Stifel Nicolaus Europe Limited ("Stifel") which is authorised and regulated in the UK by the FCA, is acting as financial adviser and nominated adviser exclusively for Electra in connection with the proposed move of its listing to AIM following the demerger of Hostmore (the "Listing Move") and for no one else in connection with the Listing Move or any other matters described in this announcement and will not regard any other person as a client in connection with the Listing Move or any other matters described in this announcement or be responsible to anyone other than Electra for providing the protections afforded to clients of Stifel nor for providing advice in connection with the Listing Move or any other matters referred to in this announcement.  Apart from the responsibilities and liabilities, if any, which may be imposed on Stifel by the Financial Services and Markets Act 2000 or the regulatory regime established thereunder, neither Stifel nor any of its affiliates, directors, officers or employees owes or accepts any duty, liability or responsibility whatsoever (whether direct or indirect, consequential, whether in contract, in tort, in delict, under statute or otherwise) to any person who is not a client of Stifle for the contents of this announcement or its accuracy, completeness or verification or for any other statement made or purported to be made by it, or on its behalf, or by any other person(s) in connection with the Listing Move, this announcement, any statement contained herein, or otherwise.

 

Certain statements made in this announcement are forward-looking statements and by their nature, all such forward-looking statements involve risk and uncertainty. Forward-looking statements include all matters that are not historical facts and often use words such as "expects", "may", "will", "could", "should", "intends", "plans", "predicts", "envisages" or "anticipates" or other words of similar meaning.
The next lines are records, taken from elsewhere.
# ---------------------------------------------------------------------------- result
@dataclass(frozen=True, eq=False)
class SizeTestResult(ResultMixin):
    """A test of total abundance between groups.

    Attributes
    ----------
    method : {'anova', 'welch', 'kruskal', 'permutation', 'negbin'}
    statistic : float
        F (anova, welch, permutation), H (kruskal) or the likelihood-ratio chi-square
        (negbin).
    pvalue : float
    df : tuple
        (numerator, denominator) for F statistics, (df,) for chi-square ones.
    summary : DataFrame
        Per group: ``n``, ``geometric_mean`` and ``mean`` of the size measure, and the
        effect against the first (reference) group: ``ratio`` with ``ci_low``,
        ``ci_high`` where the method gives an interval.
    measure : str
        What was compared, e.g. ``"log total per trap_nights"``.
    effect : str
        What ``ratio`` means.
    group : str
    level : float
        Confidence level of the intervals.
    notes : tuple of str
    """

    method: str
    statistic: float
    pvalue: float
    df: tuple
    summary: pd.DataFrame
    measure: str
    effect: str
    group: str
    level: float = 0.95
    n_permutations: int | None = None
    notes: tuple = ()

    def to_frame(self) -> pd.DataFrame:
        return self.summary.copy()

    def _title(self) -> str:
        name = {"anova": "ANOVA", "welch": "Welch ANOVA", "kruskal": "Kruskal-Wallis",
                "permutation": "permutation F test",
                "negbin": "negative-binomial regression"}[self.method]
        sym = {"kruskal": "H", "negbin": "LR chi2"}.get(self.method, "F")
        df = ", ".join(f"{x:.4g}" for x in self.df)
        return (f"Size test ({name}) of {self.measure} between levels of {self.group!r}: "
                f"{sym} = {self.statistic:.4g} (df {df}), p = {self.pvalue:.4g}; "
                f"{self.effect}")


# ---------------------------------------------------------------------------- inputs
def _group(tab: CommunityTable, group) -> pd.Series:
    g = tab.group(group)
    levels = [str(x) for x in factor_levels(tab.samples[group] if isinstance(group, str)
                                            else g)]
    if len(levels) < 2:
        raise DesignError(f"column {g.name!r} has a single level ({levels[0]!r}); a size test "
                          "compares at least 2 groups.", location=Location(column=repr(g.name)),
                          hint="Pick a column that splits the samples into groups.")
    if len(levels) == tab.n_samples:
        raise DesignError(f"column {g.name!r} gives every sample its own level ({len(levels)} "
                          f"levels for {tab.n_samples} samples), so there is no group to "
                          "compare.", location=Location(column=repr(g.name)),
                          hint="Is this an identifier column? Use a grouping column instead.")
    counts = g.value_counts()
    small = [lv for lv in levels if counts.get(lv, 0) < 2]
    if small:
        raise DesignError(f"level(s) {small} of {g.name!r} hold a single sample; a size test "
                          "needs at least 2 samples per group.",
                          location=Location(column=repr(g.name)),
                          hint="Merge or drop those levels first.")
    return pd.Series(pd.Categorical(g.to_numpy(), categories=levels), index=g.index,
                     name=g.name)


def _effort(tab: CommunityTable, effort) -> tuple[np.ndarray | None, str | None]:
    if effort is False:
        return None, None
    if effort is None:
        e = tab.effort
        return (None, None) if e is None else (e.to_numpy(dtype=float), str(e.name))
    if isinstance(effort, str):
        if effort not in tab.samples.columns:
            raise DesignError(f"effort column {effort!r} is not in the sample table.",
                              location=Location(column=repr(effort)))
        values, name = pd.to_numeric(tab.samples[effort], errors="coerce"), effort
    elif isinstance(effort, pd.Series):
        s = effort.copy()
        s.index = [str(x) for x in s.index]
        missing = [x for x in tab.sample_labels if x not in s.index]
        if missing:
            raise DesignError(f"`effort` has no value for sample(s) {missing[:8]}.")
        values, name = pd.to_numeric(s.loc[list(tab.sample_labels)], errors="coerce"), \
            str(effort.name or "effort")
    else:
        values, name = pd.Series(np.asarray(effort, dtype=float).ravel()), "effort"
        if values.size != tab.n_samples:
            raise DesignError(f"`effort` has {values.size} values for {tab.n_samples} samples.")
    v = np.asarray(values, dtype=float)
    bad = ~np.isfinite(v) | (v <= 0)
    if bad.any():
        who = list(tab.sample_labels[bad])[:8]
        raise InputError(f"effort {name!r} must be a positive number for every sample; not so "
                         f"for {who}.", location=Location(column=repr(name)))
    return v, name


def size_measure(table, *, effort=None, log: bool = True) -> pd.Series:
    """Each sample's size: log(total), or log(total / effort) (METHODS.md 1).

    ``effort=None`` uses the table's effort when it has one; ``False`` ignores it; a column
    name or one positive value per sample sets it.
    """
    tab = as_table(table)
    e, name = _effort(tab, effort)
    t = tab.totals.to_numpy(dtype=float)
    v = t if e is None else t / e
    if log:
        if (v <= 0).any():
            who = list(tab.sample_labels[v <= 0])[:8]
            raise InputError(f"sample(s) {who} have a total of 0, whose log is undefined.",
                             hint="Use method='kruskal' or method='negbin', or drop them.")
        v = np.log(v)
    label = ("log " if log else "") + "total" + (f" per {name}" if name else "")
    return pd.Series(v, index=tab.sample_labels.copy(), name=label)


# ---------------------------------------------------------------------------- methods
def _t_ratio_ci(y, codes, levels, level, *, welch: bool):
    """Ratio of geometric means to the reference group, with a t interval."""
    ref = y[codes == 0]
    k = len(levels)
    n = y.size
    resid = np.concatenate([y[codes == j] - y[codes == j].mean() for j in range(k)])
    mse = (resid ** 2).sum() / (n - k)
    rows = []
    for j in range(k):
        yj = y[codes == j]
        diff = yj.mean() - ref.mean()
        if j == 0:
            rows.append((1.0, np.nan, np.nan))
            continue
        if welch:
            a, b = yj.var(ddof=1) / yj.size, ref.var(ddof=1) / ref.size
            se = np.sqrt(a + b)
            df = (a + b) ** 2 / (a ** 2 / (yj.size - 1) + b ** 2 / (ref.size - 1))
        else:
            se = np.sqrt(mse * (1 / yj.size + 1 / ref.size))
            df = n - k
        q = stats.t.ppf(0.5 + level / 2, df)
        rows.append((np.exp(diff), np.exp(diff - q * se), np.exp(diff + q * se)))
    return rows


def _welch_df(y, codes, k) -> float:
    """Denominator df of Welch's (1951) heteroscedastic one-way ANOVA."""
    n = np.array([np.sum(codes == j) for j in range(k)], dtype=float)
    s2 = np.array([y[codes == j].var(ddof=1) for j in range(k)])
    w = n / s2
    lam = np.sum((1 - w / w.sum()) ** 2 / (n - 1))
    return float((k ** 2 - 1) / (3 * lam))


def _check_whole_counts(tab: CommunityTable) -> None:
    """The negative-binomial model is a model of counts: refuse anything else, naming the
    first value that is not a whole number (its file, line and column when read from one)."""
    v = tab.values
    frac = v != np.floor(v)
    if frac.any():
        i, j = np.argwhere(frac)[0]
        raise InputError(
            f"the negative-binomial model needs whole-number counts, but {int(frac.sum())} "
            f"value(s) are not whole numbers, e.g. {float(v[i, j]):g} (biomass, cover or "
            "rescaled counts?).",
            location=tab.origin.cell(tab.sample_labels[i], tab.taxon_labels[j]),
            hint="Use method='anova' or 'welch' (log totals) or 'kruskal' for such "
                 "values; for counts rescaled by effort, give the raw counts and pass the "
                 "effort with effort=...")


def size_test(table, group, *, method: str = "anova", effort=None, level: float = 0.95,
              n_permutations: int = 999, rng=None, blocks=None,
              progress: Callable[[int, int], None] | None = None,
              cancel: Callable[[], bool] | None = None) -> SizeTestResult:
    """Do groups differ in total abundance (size)?

    Parameters
    ----------
    table : CommunityTable, DataFrame or array
    group : str or Series
        A factor column of the sample table (or the labels themselves).
    method : {'anova', 'welch', 'kruskal', 'permutation', 'negbin'}, default 'anova'
        One-way ANOVA, Welch's (1951) ANOVA for unequal variances, or a permutation F test
        on log totals; Kruskal & Wallis (1952) on the ranks of the totals; or a
        negative-binomial (NB2) regression of the totals with log effort as offset, tested
        by a likelihood ratio (fitted in a numerically stable form that stays exact for
        totals of 10^15, see :mod:`tallyform.core.negbin`).
    effort : None, False, str or array_like
        None: per unit of the table's effort when it has one; False: raw totals; a column
        name or one positive value per sample.
    level : float, default 0.95
        Confidence level of the ratio intervals.
    n_permutations, rng, blocks, progress, cancel
        For ``method='permutation'`` (blocks: a column name or labels).

    Returns
    -------
    SizeTestResult
        ``summary`` per group: n, geometric and arithmetic mean of the totals (per effort),
        and the ratio to the first group with an interval where the method gives one:
        t intervals of the difference in mean log size (pooled for anova, Welch for
        welch), Wald intervals of the negative-binomial coefficients (a ratio of expected
        totals there); none for kruskal and permutation.

    Raises
    ------
    DesignError
        Unknown column, one level, a level with a single sample.
    InputError
        Zero totals for a log-based method, a count that is not a whole number for negbin
        (naming its sample, taxon and, when read from a file, line and column), bad effort.

    References
    ----------
    Welch, B. L. (1951). Biometrika 38, 330-336. Kruskal, W. H. & Wallis, W. A. (1952).
    J. Am. Stat. Assoc. 47, 583-621. Hilbe, J. M. (2011). Negative Binomial Regression,
    2nd ed. Cambridge University Press.

    Examples
    --------
    >>> import pandas as pd
    >>> counts = pd.DataFrame({"t1": [10, 12, 9, 40, 44, 38], "t2": [5, 4, 6, 20, 18, 22]},
    ...                       index=list("abcdef"))                      # synthetic
    >>> info = pd.DataFrame({"plot": list("xxxyyy")}, index=list("abcdef"))
    >>> res = size_test(CommunityTable(counts, info), "plot")
    >>> res.summary["ratio"].round(2).tolist()
    [1.0, 3.96]
    >>> bool(res.pvalue < 0.001)
    True
    """
    check_option("method", method, _METHODS)
    if not 0 < level < 1:
        raise InputError(f"`level` must be between 0 and 1; got {level!r}.")
    tab = as_table(table)
    g = _group(tab, group)
    levels = list(g.cat.categories)
    codes = g.cat.codes.to_numpy()
    e, e_name = _effort(tab, effort)
    totals = tab.totals.to_numpy(dtype=float)
    size = totals if e is None else totals / e
    measure = "total" + (f" per {e_name}" if e_name else "")
    notes: list[str] = []
    if e_name and effort is None:
        notes.append(f"The table's sampling effort {e_name!r} was used ("
                     + ("log effort as an offset" if method == "negbin" else
                        "totals divided by it") + "); pass effort=False to compare raw totals.")
    positive = (size > 0).all()
    if method in ("anova", "welch", "permutation") and not positive:
        who = list(tab.sample_labels[size <= 0])[:8]
        raise InputError(f"sample(s) {who} have a total of 0, whose log is undefined.",
                         hint="Use method='kruskal' or method='negbin', or drop them.")
    k = len(levels)
    y = np.log(size) if positive else None
    n_perm = None
    if method in ("anova", "welch"):
        res = stats.f_oneway(*[y[codes == j] for j in range(k)], equal_var=(method == "anova"))
        stat, p = float(res.statistic), float(res.pvalue)
        df = (k - 1, y.size - k) if method == "anova" else (k - 1, _welch_df(y, codes, k))
        rows = _t_ratio_ci(y, codes, levels, level, welch=(method == "welch"))
        effect = (f"ratio of geometric means to {levels[0]!r}, with {level:.0%} "
                  f"{'pooled' if method == 'anova' else 'Welch'} t intervals")
        measure = "log " + measure
    elif method == "kruskal":
        res = stats.kruskal(*[size[codes == j] for j in range(k)])
        stat, p, df = float(res.statistic), float(res.pvalue), (k - 1,)
        rows = _t_ratio_ci(y, codes, levels, level, welch=False) if positive else \
            [(np.nan, np.nan, np.nan)] * k
        rows = [(r[0], np.nan, np.nan) for r in rows]
        effect = f"ratio of geometric means to {levels[0]!r} (descriptive; no interval)"
    elif method == "permutation":
        from .inference import block_labels
        n_perm = check_n_permutations(n_permutations)
        frame = tab.samples
        block_codes, block_name = block_labels(frame, blocks)
        X = np.column_stack([np.ones(y.size)] + [(codes == j).astype(float)
                                                 for j in range(1, k)])
        test = permutation_f_test(y, X, None, blocks=block_codes, block_name=block_name,
                                  n_permutations=n_perm, rng=rng, progress=progress,
                                  cancel=cancel)
        stat, p, df = test.statistic, test.pvalue, test.df
        n_perm = test.n_permutations
        notes.extend(test.notes)
        notes.append(f"Permutation scheme: {test.scheme}.")
        rows = [(r[0], np.nan, np.nan) for r in
                _t_ratio_ci(y, codes, levels, level, welch=False)]
        effect = f"ratio of geometric means to {levels[0]!r} (no interval)"
        measure = "log " + measure
    else:
        _check_whole_counts(tab)
        from .negbin import nb2_oneway_test
        empty = [lv for j, lv in enumerate(levels) if totals[codes == j].sum() == 0]
        if empty:
            raise DesignError(f"level(s) {empty} of {g.name!r} have a total of 0 in every "
                              "sample, so their expected total is 0 and no ratio exists.",
                              location=Location(column=repr(g.name)),
                              hint="Use method='kruskal', or drop those samples.")
        stat, p, df, rows, nb_notes = nb2_oneway_test(totals, codes, len(levels), e, level)
        notes.extend(nb_notes)
        effect = (f"ratio of expected totals{' per ' + e_name if e_name else ''} to "
                  f"{levels[0]!r}, with {level:.0%} Wald intervals")
    with np.errstate(divide="ignore"):
        geo = [float(np.exp(np.log(size[codes == j]).mean())) if (size[codes == j] > 0).all()
               else np.nan for j in range(k)]
    summary = pd.DataFrame({
        "n": [int(np.sum(codes == j)) for j in range(k)],
        "geometric_mean": geo,
        "mean": [float(size[codes == j].mean()) for j in range(k)],
        "ratio": [r[0] for r in rows], "ci_low": [r[1] for r in rows],
        "ci_high": [r[2] for r in rows]}, index=pd.Index(levels, name=g.name))
    return SizeTestResult(method=method, statistic=float(stat), pvalue=float(p),
                          df=tuple(df), summary=summary, measure=measure, effect=effect,
                          group=str(g.name), level=level, n_permutations=n_perm,
                          notes=tuple(notes))
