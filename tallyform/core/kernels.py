"""Low-level distance kernels (the hot loops). Pure functions on float64 arrays.

Every kernel returns the condensed vector of all pairs in scipy order, as float64 or float32.
Two implementations give the same numbers (to rounding): numba loops compiled on first use
(parallel over rows, cached on disk) and a numpy fallback used when numba is missing, or
when the environment variable ``TALLYFORM_NUMBA=0`` is set, or after ``use_numba(False)``.
In automatic mode small problems (fewer than about a million pair-by-taxon operations) take
the numpy path too: it is as fast there and needs no compilation. Calls into the compiled
parallel loops are serialised by a lock, so that threads (a dashboard's background worker)
never launch two parallel regions at once.

Euclidean distances use the Gram form d^2 = |x|^2 + |y|^2 - 2 x.y on BLAS, in blocks of rows
(no n x n temporary), on column-centred features (distances do not change, cancellation
shrinks); pairs where cancellation could still cost precision (d^2 below 1 % of
|x|^2 + |y|^2) are recomputed directly from the uncentred rows, and tiny negative squares
are clamped to 0.
"""
from __future__ import annotations

import os
import threading

import numpy as np

__all__ = ["euclidean_condensed", "sqeuclidean_condensed", "abs_condensed",
           "kulczynski_condensed",
           "canberra_condensed", "jensen_shannon_condensed", "use_numba", "numba_enabled",
           "squared_square", "gower_centre", "fill_square",
           "RAW", "RATIO", "RUZICKA", "KULCZYNSKI", "SQRT", "SCALE", "SPARSE_DENSITY"]

# post-processing modes for the per-pair sums (same values as in _numba_kernels)
RAW, RATIO, RUZICKA, KULCZYNSKI, SQRT, SCALE = 0, 1, 2, 3, 4, 5
_GRAM_TOL = 1e-2          # recompute pairs with d^2 < _GRAM_TOL * (|x|^2 + |y|^2)
_BLOCK_BYTES = 32e6       # size of one block of the Gram matrix
_SMALL = 1e6              # pair-by-taxon operations below which numpy is used (automatic mode)

_state: dict = {"wanted": None, "module": None, "failed": False}
_LOCK = threading.Lock()


def use_numba(flag: bool | None) -> None:
    """Force (True), forbid (False) or reset to automatic (None) the numba kernels."""
    _state["wanted"] = flag


def numba_ready(work: float = np.inf):
    """The compiled-kernel module, or None (numpy path) for a problem of ``work`` operations."""
    wanted = _state["wanted"]
    if wanted is None:
        wanted = os.environ.get("TALLYFORM_NUMBA", "1").strip().lower() not in ("0", "false",
                                                                                 "no", "off")
        wanted = wanted and work >= _SMALL
    if not wanted or _state["failed"]:
        return None
    if _state["module"] is None:
        try:
            from . import _numba_kernels
        except Exception:  # numba absent or broken: the numpy path gives the same numbers
            _state["failed"] = True
            return None
        _state["module"] = _numba_kernels
    return _state["module"]


def numba_enabled() -> bool:
    """True when the numba kernels are in use (for problems that are not tiny)."""
    return numba_ready() is not None


def _prepare(x) -> np.ndarray:
    return np.ascontiguousarray(x, dtype=np.float64)


def _work(x) -> float:
    n, p = x.shape
    return n * (n - 1) / 2 * max(p, 1)


def _empty_out(n: int, dtype) -> np.ndarray:
    return np.empty(n * (n - 1) // 2, dtype=np.dtype(dtype))


def _combine(mode: int, s: np.ndarray, ti, tj, scale: float) -> np.ndarray:
    if mode == RAW:
        return s
    if mode == RATIO:
        return s / (ti + tj)
    if mode == RUZICKA:
        return 2.0 * s / (ti + tj + s)
    if mode == KULCZYNSKI:
        return np.maximum((s * (ti + tj) - (ti - tj) ** 2) / (4.0 * ti * tj), 0.0)
    if mode == SQRT:
        return np.sqrt(s)
    return s * scale


def _rowwise(x: np.ndarray, out: np.ndarray, pair_sums, mode: int, t, scale: float):
    """numpy fallback: one row against all later rows at a time."""
    n = x.shape[0]
    pos = 0
    for i in range(n - 1):
        s = pair_sums(x[i], x[i + 1:])
        k = n - 1 - i
        out[pos:pos + k] = _combine(mode, s, t[i], t[i + 1:], scale)
        pos += k
    return out


def _totals(t, n):
    return np.zeros(n) if t is None else np.ascontiguousarray(t, dtype=np.float64)


# ---------------------------------------------------------------------- sparse tables
#: Share of non-zero cells under which the sparse kernels are used (measured on
#: benchmarks/measures.py at 2000 x 300: the dense kernels win above about a fifth).
SPARSE_DENSITY = 0.2


def _sparse_parts(x):
    """CSR + CSC arrays (with each CSR entry's position in its column) of a non-negative
    table when the sparse kernels should be used for it, else None.

    Used when numba is available, the table is large enough to bother, every value is
    non-negative and at most ``SPARSE_DENSITY`` of the cells are non-zero; ``x`` may be a
    numpy array or a scipy.sparse matrix.
    """
    import scipy.sparse as sp
    n, p = x.shape
    if n < 3:
        return None
    if sp.issparse(x):
        if x.nnz > SPARSE_DENSITY * n * p or numba_ready(_work(x)) is None:
            return None
        coo = sp.coo_matrix(x)
        coo.sum_duplicates()                    # row-major order, zeros kept out below
        keep = coo.data != 0
        rows, cols = coo.row[keep].astype(np.int64), coo.col[keep].astype(np.int64)
        data = np.ascontiguousarray(coo.data[keep], dtype=np.float64)
    else:
        x = np.asarray(x)
        if np.count_nonzero(x) > SPARSE_DENSITY * n * p or numba_ready(_work(x)) is None:
            return None
        rows, cols = np.nonzero(x)              # row-major: CSR order, columns sorted
        data = np.ascontiguousarray(x[rows, cols], dtype=np.float64)
    if data.size and (data.min() < 0 or not np.isfinite(data).all()):
        return None
    indptr = np.zeros(n + 1, dtype=np.int64)
    np.cumsum(np.bincount(rows, minlength=n), out=indptr[1:])
    order = np.argsort(cols, kind="stable")     # column-major, rows still ascending
    cptr = np.zeros(p + 1, dtype=np.int64)
    np.cumsum(np.bincount(cols, minlength=p), out=cptr[1:])
    cpos = np.empty(data.size, dtype=np.int64)
    cpos[order] = np.arange(data.size, dtype=np.int64)
    r = np.bincount(rows, weights=data, minlength=n)
    return (n, indptr, np.ascontiguousarray(cols, dtype=np.int64), data, cptr,
            np.ascontiguousarray(rows[order]), np.ascontiguousarray(data[order]), cpos, r)


def _sparse_run(parts, *, mode, t, scale, kind, dtype):
    import numba
    from . import _numba_sparse
    n = parts[0]
    out = _empty_out(n, dtype)
    t = parts[-1] if t is None else np.ascontiguousarray(t, dtype=np.float64)
    with _LOCK:
        return _numba_sparse.sparse_abs_condensed(*parts, t, mode, float(scale), kind, out,
                                                  numba.get_num_threads())


def _dense(x) -> np.ndarray:
    import scipy.sparse as sp
    return _prepare(x.toarray() if sp.issparse(x) else x)


def abs_condensed(x, *, mode: int = RAW, t=None, scale: float = 1.0,
                  dtype=np.float64) -> np.ndarray:
    """Per-pair s = sum_k |x_ik - x_jk|, post-processed by ``mode``.

    Modes: RAW s (Manhattan); RATIO s / (t_i + t_j) (Bray-Curtis with t the totals);
    RUZICKA 2 s / (t_i + t_j + s) (= 1 - sum min / sum max); KULCZYNSKI
    (s (t_i + t_j) - (t_i - t_j)^2) / (4 t_i t_j) (= 1 - (m / t_i + m / t_j) / 2, m the sum of
    minima, using 2 m = t_i + t_j - s); SCALE s * scale. A sparse non-negative table (numpy
    or scipy.sparse) takes the sparse kernels (work proportional to shared taxa).
    """
    parts = _sparse_parts(x)
    if parts is not None:
        return _sparse_run(parts, mode=mode, t=t, scale=scale, kind=0, dtype=dtype)
    x = _dense(x)
    n = x.shape[0]
    t = _totals(t, n)
    out = _empty_out(n, dtype)
    nbk = numba_ready(_work(x))
    if nbk is not None:
        with _LOCK:
            return nbk.abs_condensed(x, out, mode, t, float(scale))
    return _rowwise(x, out, lambda a, b: np.abs(b - a).sum(axis=1), mode, t, scale)


def kulczynski_condensed(x, t, *, dtype=np.float64) -> np.ndarray:
    """Quantitative Kulczynski, 1 - (m / t_i + m / t_j) / 2 with m = sum_k min(x_ik, x_jk),
    computed as (p / t_i + q / t_j) / 2 from the one-sided sums p = sum_k (x_ik - x_jk)+ and
    q = sum_k (x_jk - x_ik)+ (t_i - m = p exactly): sums of non-negative terms, so a pair of
    very unequal totals (10^15 against 10) keeps full precision, which the algebraic form
    (s (t_i + t_j) - (t_i - t_j)^2) / (4 t_i t_j) loses to cancellation. Sparse tables take
    the sparse kernels (p = t_i - m recomputed directly where it is small)."""
    parts = _sparse_parts(x)
    if parts is not None:
        return _sparse_run(parts, mode=RAW, t=t, scale=1.0, kind=1, dtype=dtype)
    x = _dense(x)
    n = x.shape[0]
    t = _totals(t, n)
    out = _empty_out(n, dtype)
    nbk = numba_ready(_work(x))
    if nbk is not None:
        with _LOCK:
            return nbk.kulczynski_condensed(x, out, t)
    pos = 0
    for i in range(n - 1):
        d = x[i] - x[i + 1:]
        p = np.where(d > 0, d, 0.0).sum(axis=1)
        q = np.where(d < 0, -d, 0.0).sum(axis=1)
        k = n - 1 - i
        out[pos:pos + k] = 0.5 * (p / t[i] + q / t[i + 1:])
        pos += k
    return out


def sqeuclidean_condensed(x, *, mode: int = RAW, t=None, scale: float = 1.0,
                          dtype=np.float64) -> np.ndarray:
    """Per-pair s = sum_k (x_ik - x_jk)^2 computed directly (no cancellation), then ``mode``
    (RATIO with t = squared norms of profiles gives Morisita-Horn; SQRT the Euclidean)."""
    x = _prepare(x)
    n = x.shape[0]
    t = _totals(t, n)
    out = _empty_out(n, dtype)
    nbk = numba_ready(_work(x))
    if nbk is not None:
        with _LOCK:
            return nbk.sq_condensed(x, out, mode, t, float(scale))

    def sums(a, b):
        d = b - a
        return np.einsum("ij,ij->i", d, d)
    return _rowwise(x, out, sums, mode, t, scale)


def canberra_condensed(x, *, dtype=np.float64) -> np.ndarray:
    """Canberra: sum_k |x_ik - x_jk| / (|x_ik| + |x_jk|), terms with both 0 omitted (a
    sparse non-negative table takes the sparse kernels)."""
    parts = _sparse_parts(x)
    if parts is not None:
        return _sparse_run(parts, mode=RAW, t=None, scale=1.0, kind=2, dtype=dtype)
    x = _dense(x)
    n = x.shape[0]
    out = _empty_out(n, dtype)
    nbk = numba_ready(_work(x))
    if nbk is not None:
        with _LOCK:
            return nbk.canberra_condensed(x, out)

    def sums(a, b):
        den = np.abs(a) + np.abs(b)
        return (np.abs(b - a) / np.where(den > 0, den, 1.0)).sum(axis=1)
    return _rowwise(x, out, sums, RAW, np.zeros(n), 1.0)


def jensen_shannon_condensed(profiles, *, dtype=np.float64) -> np.ndarray:
    """Jensen-Shannon distance (square root of the divergence, natural log) between rows
    that each sum to 1.

    With m = (a + b) / 2 and d = (a - b) / (a + b) per taxon, a log(a / m) + b log(b / m)
    = m g(d), g(d) = (1 + d) log(1 + d) + (1 - d) log(1 - d) >= 0, so the divergence is
    sum_k m_k g(d_k) / 2: a sum of non-negative terms that depend only on the differences.
    The first-order terms of the plain form, which cancel in exact arithmetic but not after
    rounding (a near-identical pair of samples dominated by one taxon), never appear; g is
    summed from its series for |d| < 0.1."""
    p = _prepare(profiles)
    n = p.shape[0]
    out = _empty_out(n, dtype)
    nbk = numba_ready(_work(p))
    if nbk is not None:
        with _LOCK:
            return nbk.js_condensed(p, out)

    def sums(a, b):
        m = 0.5 * (a + b)
        with np.errstate(divide="ignore", invalid="ignore"):
            delta = np.where(m > 0, 0.5 * (a - b) / np.where(m > 0, m, 1.0), 0.0)
        s = 0.5 * (m * _js_g(delta)).sum(axis=1)
        return np.sqrt(np.maximum(s, 0.0))
    return _rowwise(p, out, sums, RAW, np.zeros(n), 1.0)


# g(delta) = sum_k delta^(2k) / (k (2k - 1)): coefficients for |delta| < 0.1 (8 terms reach
# 1e-16 relative there)
_JS_SERIES = np.array([1.0 / (k * (2 * k - 1)) for k in range(8, 0, -1)])


def _js_g(delta: np.ndarray) -> np.ndarray:
    """g(d) = (1 + d) log(1 + d) + (1 - d) log(1 - d), exact also for tiny |d|."""
    d = np.abs(delta)
    inner = d < 1.0
    direct = (1 + d) * np.log1p(d) + np.where(inner, (1 - d) * np.log1p(-np.where(inner, d, 0.0)),
                                              0.0)
    d2 = d * d
    series = np.polyval(np.append(_JS_SERIES, 0.0), d2)
    return np.where(d < 0.1, series, direct)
These forward-looking statements are based on current beliefs and expectations based on information that is known to Electra at the date of this announcement.  Actual results of the Electra Group (being Electra and its subsidiary undertakings from time to time), and/or their respective industries may differ from those expressed or implied in the forward-looking statements as a result of any number of known and unknown risks, uncertainties and other factors, including, but not limited to, the effects of the COVID-19 pandemic and uncertainties about its impact and duration, many of which are difficult to predict and are generally beyond the control of Electra. Persons receiving this announcement should not place undue reliance on any forward-looking statements. Unless otherwise required by applicable law or regulation Electra and its advisers (including HSBC, Numis and Stifel) disclaims any obligation or undertaking to update or revise any forward-looking statements, whether as a result of new information, future events or otherwise.